- _Exercise data_

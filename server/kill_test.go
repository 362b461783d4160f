package main

import (
	"context"
	"fmt"
	"io"
	"net/http"
	"path/filepath"
	"strconv"
	"strings"
	"sync"
	"sync/atomic"
	"syscall"
	"testing"
	"time"

	"lanternbook/store"
)

// edited is one build that a writer edits over and over, and every revision
// that the program said it had kept.
type edited struct {
	address string
	kept    map[int64]string // document by revision
	last    int64
}

// edit sends one PATCH and notes what was acknowledged. It returns false when
// the program is gone.
func (e *edited) edit(client *http.Client, base, note string) (bool, error) {
	body := fmt.Sprintf(`[{"op": "add", "path": "/notes", "value": %q}]`, note)
	r, err := http.NewRequest(http.MethodPatch, base+e.address, strings.NewReader(body))
	if err != nil {
		return false, err
	}
	r.Header.Set("Content-Type", patchType)
	r.Header.Set("If-Match", entityTag(e.last))
	response, err := client.Do(r)
	if err != nil {
		return false, nil
	}
	defer func() { _ = response.Body.Close() }()
	var document strings.Builder
	whole := copyAll(&document, response.Body)
	if response.StatusCode != http.StatusOK {
		return false, fmt.Errorf("status %d: %s", response.StatusCode, document.String())
	}
	// The status line alone is the promise; the body may have been cut off.
	revision, err := strconv.ParseInt(strings.Trim(response.Header.Get("ETag"), `"`), 10, 64)
	if err != nil {
		return false, err
	}
	e.last = revision
	if whole {
		e.kept[revision] = document.String()
	} else {
		e.kept[revision] = ""
	}
	return whole, nil
}

// TestKilledAtAnyMomentItHasWhatItSaidWasKept kills the whole program while
// several writers edit, and looks for every acknowledged revision afterwards.
func TestKilledAtAnyMomentItHasWhatItSaidWasKept(t *testing.T) {
	rounds := 12
	if testing.Short() {
		rounds = 3
	}
	const writers = 3
	data := filepath.Join(t.TempDir(), "shop.db")
	builds := make([]*edited, writers)
	acknowledged := 0
	for round := range rounds {
		p := startProgram(t, data)
		for i := range builds {
			if builds[i] == nil {
				a := ask(t, p.base, http.MethodPost, "/api/builds", shelfLight(t), "Content-Type", asJSON)
				a.wantStatus(t, http.StatusCreated)
				builds[i] = &edited{address: a.header.Get("Location"), last: 1}
			}
			builds[i].kept = map[int64]string{}
		}
		var done atomic.Int64
		var group sync.WaitGroup
		for i, e := range builds {
			group.Go(func() {
				client := &http.Client{Transport: &http.Transport{}, Timeout: time.Minute}
				defer client.CloseIdleConnections()
				for n := 0; ; n++ {
					going, err := e.edit(client, p.base, fmt.Sprintf("round %d writer %d edit %d", round, i, n))
					if err != nil {
						t.Error(err)
					}
					if !going {
						return
					}
					done.Add(1)
				}
			})
		}
		for done.Load() < int64(5+13*round) && !t.Failed() { // another moment each round
			time.Sleep(time.Millisecond)
		}
		if code := p.end(t, syscall.SIGKILL); code != -1 {
			t.Fatalf("it ended by itself, exit %d\n%s", code, p.stderr)
		}
		group.Wait()
		for _, e := range builds {
			acknowledged += len(e.kept)
			e.verify(t, data)
		}
	}
	t.Logf("%d kills, %d acknowledged edits", rounds, acknowledged)
	if acknowledged < rounds {
		t.Errorf("%d edits were acknowledged in all: that proves nothing", acknowledged)
	}
}

// verify opens the data file as the next start would and looks for what was
// acknowledged. One edit more than that may be there: killed between keeping
// it and saying so.
func (e *edited) verify(t *testing.T, data string) {
	t.Helper()
	ctx := context.Background()
	st, err := store.Open(ctx, data, time.Now)
	if err != nil {
		t.Fatal(err)
	}
	defer func() { _ = st.Close() }() // only read
	id, err := strconv.ParseInt(e.address[strings.LastIndex(e.address, "/")+1:], 10, 64)
	if err != nil {
		t.Fatal(err)
	}
	b, err := st.Build(ctx, id)
	if err != nil {
		t.Fatal(err)
	}
	if b.Revision != e.last && b.Revision != e.last+1 {
		t.Errorf("%s is at revision %d, last acknowledged is %d", e.address, b.Revision, e.last)
	}
	for revision, document := range e.kept {
		if revision < e.last-90 { // the store keeps the last hundred
			continue
		}
		got, err := st.Revision(ctx, id, revision)
		if err != nil || document != "" && string(got) != document {
			t.Errorf("%s revision %d: %v\n%s\nwant\n%s", e.address, revision, err, got, document)
		}
	}
	e.last = b.Revision
}

// copyAll reads a body and tells whether it came whole.
func copyAll(to io.Writer, from io.Reader) bool {
	_, err := io.Copy(to, from)
	return err == nil
}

- _What to do_
Quote the records from their first line to the line with "and every revision", inclusive, without adding or dropping anything.

- _Your response_
filename server/kill_test.go
repository 362b461783d4160f
package main

import (
	"context"
	"fmt"
	"io"
	"net/http"
	"path/filepath"
	"strconv"
	"strings"
	"sync"
	"sync/atomic"
	"syscall"
	"testing"
	"time"

	"lanternbook/store"
)

// edited is one build that a writer edits over and over, and every revision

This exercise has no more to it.